Design/methodology/approach
In this paper, the authors employ a conditional asset pricing model that better captures the variations in the pricing kernel in different economic states. The empirical model adjusts for time‐variation in both risk (beta) and performance (alpha). The authors specify economic states using an ex‐ante measure, the expected market risk premium. This measure is continuous and better captures changing economic circumstances than the ex‐post, binary NBER cycle dates that are common in the mutual fund literature.
Findings
In this conditional framework, the authors find that recession protection is only offered by certain types of equity mutual funds. Managers of small‐cap and mid‐cap growth equity funds are able to deliver such state‐dependent performance but managers of value funds do not.
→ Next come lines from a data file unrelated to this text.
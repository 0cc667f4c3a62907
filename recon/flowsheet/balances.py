"""Which linear balances follow from a sequence of flowsheets, by name and not by index."""

from __future__ import annotations

from collections.abc import Iterator, Sequence
from dataclasses import dataclass
from typing import Literal, NamedTuple

from recon.flowsheet.network import MASS, Flowsheet


class Amount(NamedTuple):
    """Amount [t] of a quantity in a stream over a period (1-based)."""

    period: int
    stream: str
    quantity: str


class Stock(NamedTuple):
    """Stock [t] of a quantity at a node at a boundary: 0 opens period 1, p closes period p."""

    boundary: int
    node: str
    quantity: str
    kind: Literal["stock"] = "stock"
    """Keeps it apart from an amount of a stream with the node's name: tuples are equal by value."""


Unknown = Amount | Stock
Linear = tuple[tuple[Unknown, float], ...]
"""A linear form in the unknowns: pairs of unknown and coefficient."""


@dataclass(frozen=True, kw_only=True)
class Row:
    """
    One linear row, ``sum(coefficient * unknown) = equals`` or ``>= equals``.

    Parameters
    ----------
    name : str
        Readable name, ``"2: ROUGHER Cu"``; messages use it, never an index.
    form : Linear
    equals : float
        Right side [t].
    """

    name: str
    form: Linear
    equals: float = 0.0


def unknowns(flowsheets: Sequence[Flowsheet]) -> Iterator[Unknown]:
    """
    List every unknown of a sequence of periods, stocks first, in the files' order.

    A stock boundary between two periods is one unknown. A node that holds a stock in either of
    the two periods it separates has one there.
    """
    last = len(flowsheets)
    for boundary in range(last + 1):
        seen: set[str] = set()
        for period in (boundary, boundary + 1):
            if not 1 <= period <= last:
                continue
            sheet = flowsheets[period - 1]
            for node in sheet.nodes:
                if node.stock and node.name not in seen:
                    seen.add(node.name)
                    for quantity in sheet.quantities:
                        yield Stock(boundary, node.name, quantity)
    for period, sheet in enumerate(flowsheets, start=1):
        for stream in sheet.streams:
            for quantity in stream.carries:
                yield Amount(period, stream.name, quantity)


def balance_rows(flowsheets: Sequence[Flowsheet]) -> Iterator[Row]:
    """
    State ``in - out - (closing - opening) = 0`` for each quantity conserved at each node.

    A node without any carrier of a quantity and without a stock states nothing for it.
    """
    for period, sheet in enumerate(flowsheets, start=1):
        for node in sheet.nodes:
            for quantity in node.conserves:
                form: list[tuple[Unknown, float]] = [
                    (Amount(period, s.name, quantity), sign)
                    for streams, sign in (
                        (sheet.entering(node.name), 1.0),
                        (sheet.leaving(node.name), -1.0),
                    )
                    for s in streams
                    if quantity in s.carries
                ]
                if node.stock:
                    form.append((Stock(period, node.name, quantity), -1.0))
                    form.append((Stock(period - 1, node.name, quantity), 1.0))
                if form:
                    yield Row(name=f"{period}: {node.name} {quantity}", form=tuple(form))


def bound_rows(flowsheets: Sequence[Flowsheet]) -> Iterator[Row]:
    """
    State every inequality ``form >= equals``: amounts and stocks, and components within dry mass.

    Amounts are not negative; stocks keep the bounds declared at their node, 0 and no upper limit
    where none is declared; the components of a stream or stock that carries dry mass do not
    exceed it together.
    """
    seen: set[Stock] = set()
    for unknown in unknowns(flowsheets):
        if isinstance(unknown, Amount):
            yield Row(name=f"{name_of(unknown)} >= 0", form=((unknown, 1.0),))
    for period, sheet in enumerate(flowsheets, start=1):
        for stream in sheet.streams:
            parts = [q for q in stream.carries if q != MASS]
            if MASS in stream.carries and parts:
                yield Row(
                    name=f"{period}: {stream.name} components within mass",
                    form=(
                        (Amount(period, stream.name, MASS), 1.0),
                        *((Amount(period, stream.name, q), -1.0) for q in parts),
                    ),
                )
        for node in sheet.nodes:
            if node.stock:
                yield from _stock_bounds(period, sheet, node.name, seen)


def _stock_bounds(period: int, sheet: Flowsheet, name: str, seen: set[Stock]) -> Iterator[Row]:
    node = sheet.node_named[name]
    limits = {q: (low, high) for q, low, high in node.bounds}
    for boundary in (period - 1, period):
        if Stock(boundary, name, sheet.quantities[0]) in seen:
            continue
        for quantity in sheet.quantities:
            stock = Stock(boundary, name, quantity)
            seen.add(stock)
            low, high = limits.get(quantity, (0.0, float("inf")))
            yield Row(name=f"{name_of(stock)} >= {low:g}", form=((stock, 1.0),), equals=low)
            if high != float("inf"):
                yield Row(name=f"{name_of(stock)} <= {high:g}", form=((stock, -1.0),), equals=-high)
        if MASS in sheet.quantities and sheet.components:
            yield Row(
                name=f"{boundary_words(boundary)}: {name} components within mass",
                form=(
                    (Stock(boundary, name, MASS), 1.0),
                    *((Stock(boundary, name, q), -1.0) for q in sheet.components),
                ),
            )


def boundary_words(boundary: int) -> str:
    """Name a boundary for people: ``"1 opening"`` for 0, else ``"p closing"``."""
    return "1 opening" if boundary == 0 else f"{boundary} closing"


def name_of(unknown: Unknown) -> str:
    """
    Name an unknown for people.

    Examples
    --------
    >>> name_of(Amount(2, "FEED", "Cu")), name_of(Stock(0, "SHED", "mass"))
    ('2: stream FEED Cu', '1 opening: stock SHED mass')
    """
    if isinstance(unknown, Amount):
        return f"{unknown.period}: stream {unknown.stream} {unknown.quantity}"
    return f"{boundary_words(unknown.boundary)}: stock {unknown.node} {unknown.quantity}"
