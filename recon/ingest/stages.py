"""Which stage of a value counts: the highest known; stages are never averaged."""

from __future__ import annotations

from typing import TYPE_CHECKING

from recon.errors import UnknownUnitError
from recon.units import unit

if TYPE_CHECKING:
    from collections.abc import Iterable, Sequence

    from recon.declare.site import Instrument
    from recon.ingest.context import Context
    from recon.ingest.rows import Record


def rank(stages: Sequence[str], stage: str) -> int | None:
    """Give the place of a stage, lowest first; a row without stage is the only one."""
    if stage == "":
        return 0
    return stages.index(stage) if stage in stages else None


def highest(
    context: Context, instrument: Instrument, rows: Iterable[Record]
) -> tuple[Record | None, dict[str, float]]:
    """
    Choose among the rows of one document and item.

    Rows that cannot be used (no value yet, unknown stage, another kind of unit, outside the
    instrument's range) are left out, each with a finding but for a value not yet known.

    Returns
    -------
    Record or None
        Highest stage; of equal ones the latest known.
    dict
        Usable value of each stage in the instrument's unit.
    """
    best: Record | None = None
    values: dict[str, float] = {}
    for row in sorted(rows, key=lambda r: (rank(instrument.stages, r.stage) or 0, r.known_at)):
        value = _usable(context, instrument, row)
        if value is not None:
            best = row
            values[row.stage] = value
    return best, values


def in_instrument_unit(instrument: Instrument, row: Record) -> float | None:
    """Convert a row's value to the instrument's unit; None where the kinds of unit differ."""
    if row.value is None:
        return None
    try:
        given, wanted = unit(row.unit), unit(instrument.unit)
    except UnknownUnitError:
        return None
    if given.kind is not wanted.kind:
        return None
    return row.value if given.name == wanted.name else row.value * given.factor / wanted.factor


def _usable(context: Context, instrument: Instrument, row: Record) -> float | None:
    if row.value is None:
        return None
    day = context.day_of(row.true_from)
    who = f"{instrument.tag}, document {row.document}"
    evidence = (("document", row.document), ("value", f"{row.value:g} {row.unit}"))
    if rank(instrument.stages, row.stage) is None:
        context.find(
            "unknown-stage",
            instrument.tag,
            f"{who}: stage {row.stage!r} is not one of {', '.join(instrument.stages)}; the row is "
            "set aside. Declare the stage or correct the row.",
            day=day,
            evidence=evidence,
        )
        return None
    value = in_instrument_unit(instrument, row)
    if value is None:
        context.find(
            "wrong-unit",
            instrument.tag,
            f"{who}: unit {row.unit!r} cannot be read as {instrument.unit!r}; the row is set "
            "aside. Correct the query or the instrument's unit.",
            day=day,
            evidence=evidence,
        )
        return None
    low = -float("inf") if instrument.low is None else instrument.low
    high = float("inf") if instrument.high is None else instrument.high
    if not low <= value <= high:
        context.find(
            "out-of-range",
            instrument.tag,
            f"{who}: {value:g} {instrument.unit} lies outside {low:g} to {high:g} "
            f"{instrument.unit}; the row is set aside. Check for a slip of the decimal or unit.",
            day=day,
            evidence=evidence,
        )
        return None
    return value
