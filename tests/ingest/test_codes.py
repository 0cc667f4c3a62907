"""Every finding code of this room is listed for people, and every listed one exists."""

from __future__ import annotations

import re
from pathlib import Path

ROOT = Path(__file__).resolve().parents[2]


def test_finding_codes_and_their_list_agree() -> None:
    source = "\n".join(p.read_text(encoding="utf-8") for p in (ROOT / "recon/ingest").glob("*.py"))
    called = re.findall(r'(?:\.find|\.say)\(\s*f?"([a-z{}-]+)"', source)
    called += re.findall(r'"([a-z-]+)" if words else "([a-z-]+)"', source)[0]
    codes = {c for c in called if "{" not in c} | {"bad-quality", "uncertain-quality"}
    text = (ROOT / "DEVELOPERS.md").read_text(encoding="utf-8")
    listed = text.partition("Finding codes:")[2].partition("\n\n")[0]
    assert set(re.findall(r"`([a-z-]+)`", listed)) == codes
In a comparison of active mutual funds with passive counterparts, it is found that both the stocks held by the small‐cap managers as well as their stewardship of the portfolio contribute to that performance.
Originality/value
Drawing from the recent asset pricing literature, the authors are the first to adapt an integrated conditional CAPM framework to examine the state‐dependent performance of mutual funds. Rather than report aggregate equity mutual fund performance, the authors provide an analysis for subsets of mutual funds separated by investment styles. Both managers of and investors in these funds will benefit from an understanding of how portfolio performance is impacted by changing economic conditions.